Biologie.- Eine Forscherin der Universität Wien hat ein Modell entwickelt, mit dem einzelne Auen der Donau neu charakterisiert werden können – teilweise per Ferndiagnose.

Von Stefan Geier |
    Die Donauauen bei Wien, eine der größten intakten und zusammenhängenden Auenlandschaften Europas. Iris Wagner ist fasziniert von dieser Natur, in der sich Überschwemmungen und niedrige Wasserstände abwechseln. Die Biologin von der Universität Wien ist deshalb auf der Suche nach einer neuen Methode, diese komplexe Welt umfassend zu beschreiben.

    "Die Idee war, Auenlandschaften, im Speziellen für den Nationalpark Donauauen mit neuen Methoden der Fernerkundung zu klassifizieren."

    Fernerkundung, das heißt, sie will vor allem Daten nutzen, die bereits vorhanden sind. Ein großer Vorteil ihrer Idee. Solche Daten stammen zum Beispiel aus exakten Karten, Satellitenbildern und Infrarot-Scannerdaten. Das Problem all dieser Informationen: sie zeigen zwar ein detailliertes Bild unserer Welt von oben, zum Beispiel eine Flusslandschaft oder einen Wald wie an den Donauauen. Wie genau der Wald zusammengesetzt ist, sprich, welche unterschiedlichen Objekte sich auf dem Bild aus der Vogelperspektive befinden, diese Informationen stecken nicht in den Fernerkundungsdaten. Für die genaue Kenntnis der Zusammensetzung der Auenlandschaften ist es aber wichtig zu unterscheiden, ob ein Wald aus Pappeln, Eichen oder Ulmen besteht. Deshalb versucht Iris Wagner in ihrem Forschungsprojekt, die Natur objektbasiert zu beschreiben:

    "Weil der klassische Ansatz in der Fernerkundung ist ja, dass man mit Pixeln arbeitet, also mit den kleinsten Bildinformationen.
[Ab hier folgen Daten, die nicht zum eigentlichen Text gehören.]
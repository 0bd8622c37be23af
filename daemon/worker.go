package daemon

import (
	"context"
	"errors"
	"fmt"
	"log/slog"
	"sync"
	"sync/atomic"
	"time"

	"github.com/nats-io/nats.go"
	"golang.org/x/time/rate"

	"lariat/config"
	"lariat/daemon/pipeline"
	"lariat/daemon/record"
	"lariat/sink"
)

// reasonQueueFull is the reject reason of a record that found its model's
// queue full.
const reasonQueueFull = "queue_full"

// reasonNotReady is the reject reason of a record to score that arrived
// before the model published its first version.
const reasonNotReady = "not_ready"

// item is one decoded record on its way from the subscription goroutine to
// the model goroutine. Items cycle between worker.free and worker.queue, so
// the steady state allocates nothing of ours.
type item struct {
	rec     record.Record
	names   []string // the decoder's feature order when rec was decoded (shared, read-only)
	subject string   // the message's subject
	data    []byte   // the message's bytes (republished with a reject)
	seq     uint64   // stream sequence of a durable intake; 0 from core NATS
	// reason and detail are set for a durable record that could not be
	// decoded: it goes through the queue so that the model's stream
	// position moves past it in order.
	reason, detail string
}

// worker runs one model. Its intake half (intake) runs on the goroutine of
// the subscription that feeds it and owns the decoder; its model half (run)
// is the only goroutine that touches the model's pipeline. They meet only
// through the bounded queue. The worker is the thin loop queue → pipeline →
// outbox: everything the model knows is in its pipeline.Pipeline.
type worker struct {
	d    *Daemon
	cfg  *config.Model
	name string
	log  *slog.Logger
	mm   *sink.ModelMetrics
	dim  int // the most columns a record can have: pipeline.Width (the cap)

	// intake side
	dec   *record.Decoder
	slots slotWatch  // the decoder's dropped names and freed slots (width.go)
	free  chan *item // empty items; empty channel = queue full
	queue chan *item // decoded records in arrival order

	// control
	ctl      chan func() // run a function on the model goroutine (tests, threshold changes)
	quit     chan struct{}
	done     chan struct{}
	running  atomic.Bool
	stopOnce sync.Once

	// model goroutine state
	pipe      *pipeline.Pipeline
	idleSteps int
	popts     pipeline.Options // how the pipeline is built (fresh or restored)
	// startPos is the stream position the model starts from (its
	// restored checkpoint's; 0 without one). The durable intake reads it
	// once, before the model goroutine has applied anything of the stream.
	startPos uint64
	restored bool // the pipeline came from a checkpoint: publish at once
	// checkpoints (checkpoint.go)
	sinceSave             int // records consumed since the last checkpoint
	lastSave, lastSaveLog time.Time
	saveFailed            bool // the last checkpoint could not be saved
	// onSaved, if set, is called on the model goroutine after each saved
	// checkpoint with its stream position and state size (templates).
	onSaved func(pos uint64, size int)
	// mayWrite, if set, is asked before each checkpoint (on the model
	// goroutine): false means the instance's partition is no longer held
	// by this process, and nothing is saved.
	mayWrite func() bool
	// tick is how often the model goroutine idles and checks publication.
	tick time.Duration
	// unloading is set before stop by a template unloading an idle
	// instance: the final document is not published again (nothing
	// changed since the last one), the checkpoint is still saved.
	unloading bool
	// abandon is set before stop by a template that lost the instance's
	// partition to another process: the queued records are dropped, and
	// nothing is published or saved.
	abandon bool

	// scoring of the score_subject (nil without one; scoring.go)
	scoring *scoring

	// publication failures (publishFailed): the reason, for Ready; the
	// last log line's time (model goroutine only)
	problem    atomic.Pointer[string]
	lastPubLog time.Time

	// shared
	rejected     atomic.Uint64
	rejects      *rate.Limiter                     // republication of rejected records
	versionFloor atomic.Uint64                     // last version found in the KV bucket at start
	snap         atomic.Pointer[pipeline.Snapshot] // latest published model, for predictions
}

func newWorker(d *Daemon, m *config.Model) (*worker, error) {
	log := d.log.With("model", m.Name)
	popts := pipeline.Options{
		Model:      m,
		MinPublish: d.minPublish,
		Threshold:  thresholdOverrideFor(d.cfg.DataDir, m, log),
	}
	if m.Template() {
		// Thousands of instances: each publishes a changed model (an
		// exact solve on its window) and idles ten times less often.
		popts.MinPublish = instanceSlowdown * d.minPublish
	}
	pipe, err := pipeline.New(popts)
	if err != nil {
		return nil, fmt.Errorf("daemon: %w", err)
	}
	dim := pipe.Width()
	w := &worker{
		d: d, cfg: m, name: m.Name, dim: dim,
		log:       log,
		mm:        d.metrics.Model(m.Name),
		ctl:       make(chan func()),
		quit:      make(chan struct{}),
		done:      make(chan struct{}),
		free:      make(chan *item, m.Queue),
		queue:     make(chan *item, m.Queue),
		pipe:      pipe,
		popts:     popts,
		idleSteps: m.Learner.IdleSteps,
		rejects:   newRejectLimiter(d.rejectRate, d.rejectBurst),
		tick:      d.tick,
	}
	if m.Template() {
		w.tick = instanceSlowdown * d.tick
	}
	w.dec = w.newDecoder(nil)
	// Each item's record starts with room for the listed features (at least
	// 32 columns), not for the cap: a queue of 4096 items at the default cap
	// of 256 would hold 8 MB. An item grows once when it first carries a
	// wider record (the decoder reallocates X), so the steady state still
	// allocates nothing.
	xcap := min(dim, max(32, len(m.Features)))
	if m.Template() {
		xcap = 0 // thousands of instances: rows grow to the width in use, once per item
	}
	for range m.Queue {
		w.free <- &item{rec: record.Record{X: make([]float64, 0, xcap)}}
	}
	w.mm.QueueDepthFunc(func() int { return len(w.queue) })
	w.scoring = newScoring(w)
	return w, nil
}

// intake decodes one core NATS message and queues it for the model
// goroutine, or rejects it. It runs on the subscription's goroutine and
// never blocks: a full queue rejects the record (queue_full).
func (w *worker) intake(m *nats.Msg) {
	var it *item
	select {
	case it = <-w.free:
	default:
		w.mm.QueueDropped.Inc()
		w.d.reject(w, m.Subject, reasonQueueFull, fmt.Sprintf("queue of %d records is full", cap(w.queue)), m.Data)
		return
	}
	if err := w.decode(m.Data, &it.rec); err != nil {
		w.free <- it
		reason, detail := decodeReason(err)
		w.d.reject(w, m.Subject, reason, detail, m.Data)
		return
	}
	it.names = w.dec.Names()
	it.subject, it.data, it.seq = m.Subject, m.Data, 0
	w.queue <- it // never blocks: at most cap(queue) items exist
}

// decode decodes data into r and refuses a record time further ahead of
// the wall clock than the model's time_skew (one record with a wrong clock
// would otherwise empty a time-span window, whose eviction follows the
// newest record time, and stall the alert cooldowns).
func (w *worker) decode(data []byte, r *record.Record) error {
	if err := w.dec.Decode(data, r); err != nil {
		return err
	}
	w.watchSlots()
	if skew := w.cfg.TimeSkew.Std(); skew > 0 && r.HasT {
		// In milliseconds: a far-future t would overflow a Duration.
		if ahead := r.T - time.Now().UnixMilli(); ahead > skew.Milliseconds() {
			return &record.Error{Reason: record.ReasonTime,
				Detail: fmt.Sprintf(`"t" is %.0f s ahead of the wall clock (time_skew %v)`, float64(ahead)/1000, skew)}
		}
	}
	return nil
}

// intakeSeq decodes one message of the model's stream (sequence seq) and
// queues it, waiting for room: the stream is the buffer, so nothing is
// dropped. A record that cannot be decoded is queued too, marked, so that
// the model goroutine rejects it and moves the stream position past it in
// order. It returns false, queueing nothing, once stop is closed.
func (w *worker) intakeSeq(subject string, data []byte, seq uint64, stop <-chan struct{}) bool {
	var it *item
	select {
	case it = <-w.free:
	case <-stop:
		return false
	}
	it.reason, it.detail = "", ""
	if err := w.decode(data, &it.rec); err != nil {
		it.reason, it.detail = decodeReason(err)
	}
	it.names = w.dec.Names()
	it.subject, it.data, it.seq = subject, data, seq
	w.queue <- it
	return true
}

// publishFailed says that the model could not publish a new version: it is
// counted (lariat_model_publish_failures_total), shown by Ready (/readyz,
// degraded, with the reason) and on the status page, and logged at most
// once a minute. The last version that went out stays served.
func (w *worker) publishFailed(now time.Time, err error) {
	w.mm.PublishFailed.Inc()
	msg := err.Error()
	w.problem.Store(&msg)
	w.d.store.SetProblem(w.name, msg)
	if now.Sub(w.lastPubLog) >= time.Minute {
		w.lastPubLog = now
		w.log.Error("model not published; the previous version stays served", "err", err)
	}
}

// publishOK clears a publication problem once a version went out.
func (w *worker) publishOK() {
	if w.problem.Load() != nil {
		w.problem.Store(nil)
		w.d.store.SetProblem(w.name, "")
		w.log.Info("model publishes again")
	}
}

// skipped counts n records of the model's stream that it will never
// apply (retention discarded them first) and logs why.
func (w *worker) skipped(n uint64, why string) {
	w.mm.Skipped.Add(float64(n))
	w.log.Warn("records lost before they were applied: the stream's retention (intake.max_age, intake.max_bytes) was shorter than the time lariat was behind",
		"records", n, "detail", why)
}

// batch bounds the records applied in a row before the model goroutine
// looks at its tick and control channels again.
const batch = 256

// run is the model goroutine: it applies queued records, retunes, idles when
// the stream is quiet and publishes, until stop; then it applies every record
// still queued and publishes a final document.
func (w *worker) run() {
	defer close(w.done)
	tick := time.NewTicker(w.tick)
	defer tick.Stop()
	now := time.Now()
	w.lastSave = now
	if w.restored {
		w.publish(now, true) // the restored model is served and on the bus at once
	}
	for {
		select {
		case it := <-w.queue:
			t := w.applyAt(it, time.Now())
			// A busy stream: apply what is queued without going back to
			// the four-way select each time (bounded, so ticks still run).
			// One clock reading per record: the end of one is the start of
			// the next.
			for range batch {
				select {
				case it = <-w.queue:
					t = w.applyAt(it, t)
					continue
				default:
				}
				break
			}
			if w.d.ckpt != nil && w.saveDue(t) {
				w.save(t)
			}
		case f := <-w.ctl:
			f()
		case now := <-tick.C:
			w.onTick(now)
		case <-w.quit:
			for {
				select {
				case it := <-w.queue:
					if w.abandon {
						w.free <- it
						continue
					}
					w.apply(it)
					continue
				default:
				}
				break
			}
			if w.abandon {
				return
			}
			now := time.Now()
			if !w.unloading {
				w.publish(now, true)
			}
			if w.d.ckpt != nil {
				w.save(now)
			}
			return
		}
	}
}

// apply applies one record (pipeline.Pipeline.Apply) and hands its item
// back.
func (w *worker) apply(it *item) { w.applyAt(it, time.Now()) }

// applyAt is apply for a record whose application started at start (the
// model goroutine passes the end of the record before it in a burst, so
// each record costs one clock reading). It observes the time to apply the
// record (lariat_update_duration_seconds, including the retune that every
// retune.every-th record runs), sends the alerts the record raised and
// returns the time it finished.
func (w *worker) applyAt(it *item, start time.Time) time.Time {
	if it.reason != "" {
		w.d.reject(w, it.subject, it.reason, it.detail, it.data)
		w.done1(it)
		return time.Now()
	}
	st, err := w.pipe.Apply(&it.rec, it.names, start)
	if err != nil {
		reason, detail := decodeReason(err)
		w.d.reject(w, it.subject, reason, detail, it.data)
		w.done1(it)
		return time.Now()
	}
	w.mm.Accepted.Inc()
	w.done1(it)
	end := time.Now()
	w.mm.UpdateSeconds.Observe(end.Sub(start).Seconds())
	w.report(st)
	return end
}

// report sends what applying a record raised: alerts, the new ROC table,
// and log lines for a drift adaptation and a move of λ*.
func (w *worker) report(st *pipeline.Step) {
	for i := range st.Alerts {
		w.d.sendAlert(w, &st.Alerts[i])
	}
	if st.ROC != nil {
		w.d.store.SetROC(w.name, st.ROC)
	}
	if st.Moved {
		l := w.pipe.Ladder()
		w.log.Debug("λ* moved", "index", w.pipe.Current(), "lambda", l.Lambda(max(w.pipe.Current(), 0)))
	}
	if st.Adapted {
		w.log.Info("drift adaptation: window shrunk to post-change records",
			"train", w.pipe.Ladder().Len(), "holdout", w.pipe.HeldOutLen())
	}
}

// done1 moves the model's stream position past a durable record, applied
// or rejected, and hands the item back to the intake.
func (w *worker) done1(it *item) {
	if it.seq > 0 {
		w.pipe.SetPosition(it.seq)
	}
	w.sinceSave++
	it.data, it.names = nil, nil
	w.free <- it
}

// onTick runs idle steps when the queue is empty (the model has caught up,
// so spare time goes into converging on the current window: a quiet or
// moderate stream converges fully, a busy one spends nothing), then
// publishes if the model changed or the heartbeat is due.
func (w *worker) onTick(now time.Time) {
	if len(w.queue) == 0 && !w.d.noIdle {
		w.pipe.Idle(w.idleSteps)
	}
	w.publish(now, false)
	if w.d.ckpt != nil && w.saveDue(now) {
		w.save(now)
	}
}

// publish asks the pipeline for a new version and, when one is due, makes
// it the snapshot for predictions, stores it for HTTP and hands it to the
// outbox.
func (w *worker) publish(now time.Time, force bool) {
	w.pipe.RaiseVersion(w.versionFloor.Load())
	s, err := w.pipe.Publish(now, w.rejected.Load(), force)
	if err != nil {
		w.publishFailed(now, fmt.Errorf("cannot build a new version: %w", err))
		return
	}
	if s == nil {
		return
	}
	if err := w.d.store.SetModel(s.Doc); err != nil {
		w.publishFailed(now, fmt.Errorf("cannot store the new version: %w", err))
		return
	}
	w.publishOK()
	w.snap.Store(s)
	w.d.store.SetPath(w.name, s.PathLambdas, s.Path)
	w.mm.Published(s.Doc)
	w.d.out.put(s.Doc)
}

// exec runs f on the model goroutine and waits for it (tests and hooks that
// must read the live state). It returns false if the goroutine has stopped.
func (w *worker) exec(f func()) bool {
	done := make(chan struct{})
	select {
	case w.ctl <- func() { f(); close(done) }:
		<-done
		return true
	case <-w.done:
		return false
	}
}

// stop asks the model goroutine to drain its queue and return; the intake
// must have stopped already. Safe to call twice.
func (w *worker) stop() { w.stopOnce.Do(func() { close(w.quit) }) }

// wait waits for the model goroutine to return (at once if it never ran).
func (w *worker) wait(ctx context.Context) error {
	if !w.running.Load() {
		return nil
	}
	select {
	case <-w.done:
		return nil
	case <-ctx.Done():
		return fmt.Errorf("daemon: model %s did not stop: %w", w.name, ctx.Err())
	}
}

// decodeReason returns the reject reason and detail of a decoding error:
// the record package's reason token, or "malformed" for any other error.
func decodeReason(err error) (reason, detail string) {
	var re *record.Error
	if errors.As(err, &re) {
		return re.Reason, re.Detail
	}
	return record.ReasonMalformed, err.Error()
}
Und durch den objektbasierten Ansatz hat man viel mehr Möglichkeiten, die Klassifikation zu verbessern. Also man kann sich das vorstellen wie einen großen Baukasten, mit dem man die Objekte klassifizieren kann."

    Dieser Baukasten muss aber erst einmal erstellt werden. Deshalb macht sich Iris Wagner auf ins Freigelände. Einen Sommer lang, von April bis September, zeichnet sie an ausgesuchten Standorten akribisch auf, welche Pflanzen dort wachsen. Jede Pflanze, Bäume oder Gräser zum Beispiel, ist für sie dabei ein Objekt, das wiederum Teil des Baukastens wird.

    "Die Objekte haben jede Menge Eigenschaften und die kann man klassifizieren und ihnen dann sagen zum Beispiel: Du bist jetzt ein Teil von einer ’harten Au’."

    Eine harte Au ist ein Wald, der vorwiegend aus Hartholzbäumen wie Eiche, Esche oder Ulme besteht. Die Informationen aus dem Freiland werden dann mit den Daten aus der Fernerkundung kombiniert. Das kann man sich vorstellen wie ein sehr gut aufgelöstes Digitalphoto, nur dass hier die Pixel nicht nur Bildinformationen enthalten, sondern eben auch noch Informationen über die Objekte in sich tragen, die in diesen Pixeln zu sehen sind.

    "Und so bekommt man relativ schnell eine Verteilung der verschiedenen Vegetationsstrukturen, die vorhanden sind in einem Gebiet."

    Mit diesem neuen Kombinationsmodell hat Iris Wagner einen großen Teil der Donauauen neu charakterisiert. Und damit die Grundlage geschaffen für eine langfristige Untersuchung.

    "Wie es in der nächsten Phase geplant ist, kann ich jetzt hergehen und das alle paar Jahre machen und dann, wenn ich immer eine flächendeckende Klassifikation von den Auenlandschaften habe, dann kann ich wirklich vergleichen und sagen, okay, dadurch, dass wir jetzt den Uferrückbau gemacht haben, hat sich die Donau so und so viel Freiraum geschaffen und an einer anderen Stelle sind so und so viele Pionier-Standorte dazu gekommen."

    Die objektbasierte Charakterisierung eines wichtigen Lebensraums wie den Auenwäldern wird im nächsten Schritt des Projekts auch um andere Bereiche erweitert.

    "Für die Ökologie geht es um Gewässerdynamik, um Fische um Insekten also wirklich um alles und das wird umfassend untersucht von verschiedenen Abteilungen also das ist ein großes Projekt."

    Die Kombination von Freiland-Daten und den geologischen Fernerkundungsdaten ermöglicht einen neuen, umfassenderen Blick auf die Natur. Wenn es mit diesem Modell gelingt, auch schwerer zugängliche Landschaften wie zum Beispiel das Donaudelta am schwarzen Meer in freier Natur zu erfassen, wäre es ein großer Schritt, um die Dynamik komplexer Ökosysteme besser zu verstehen.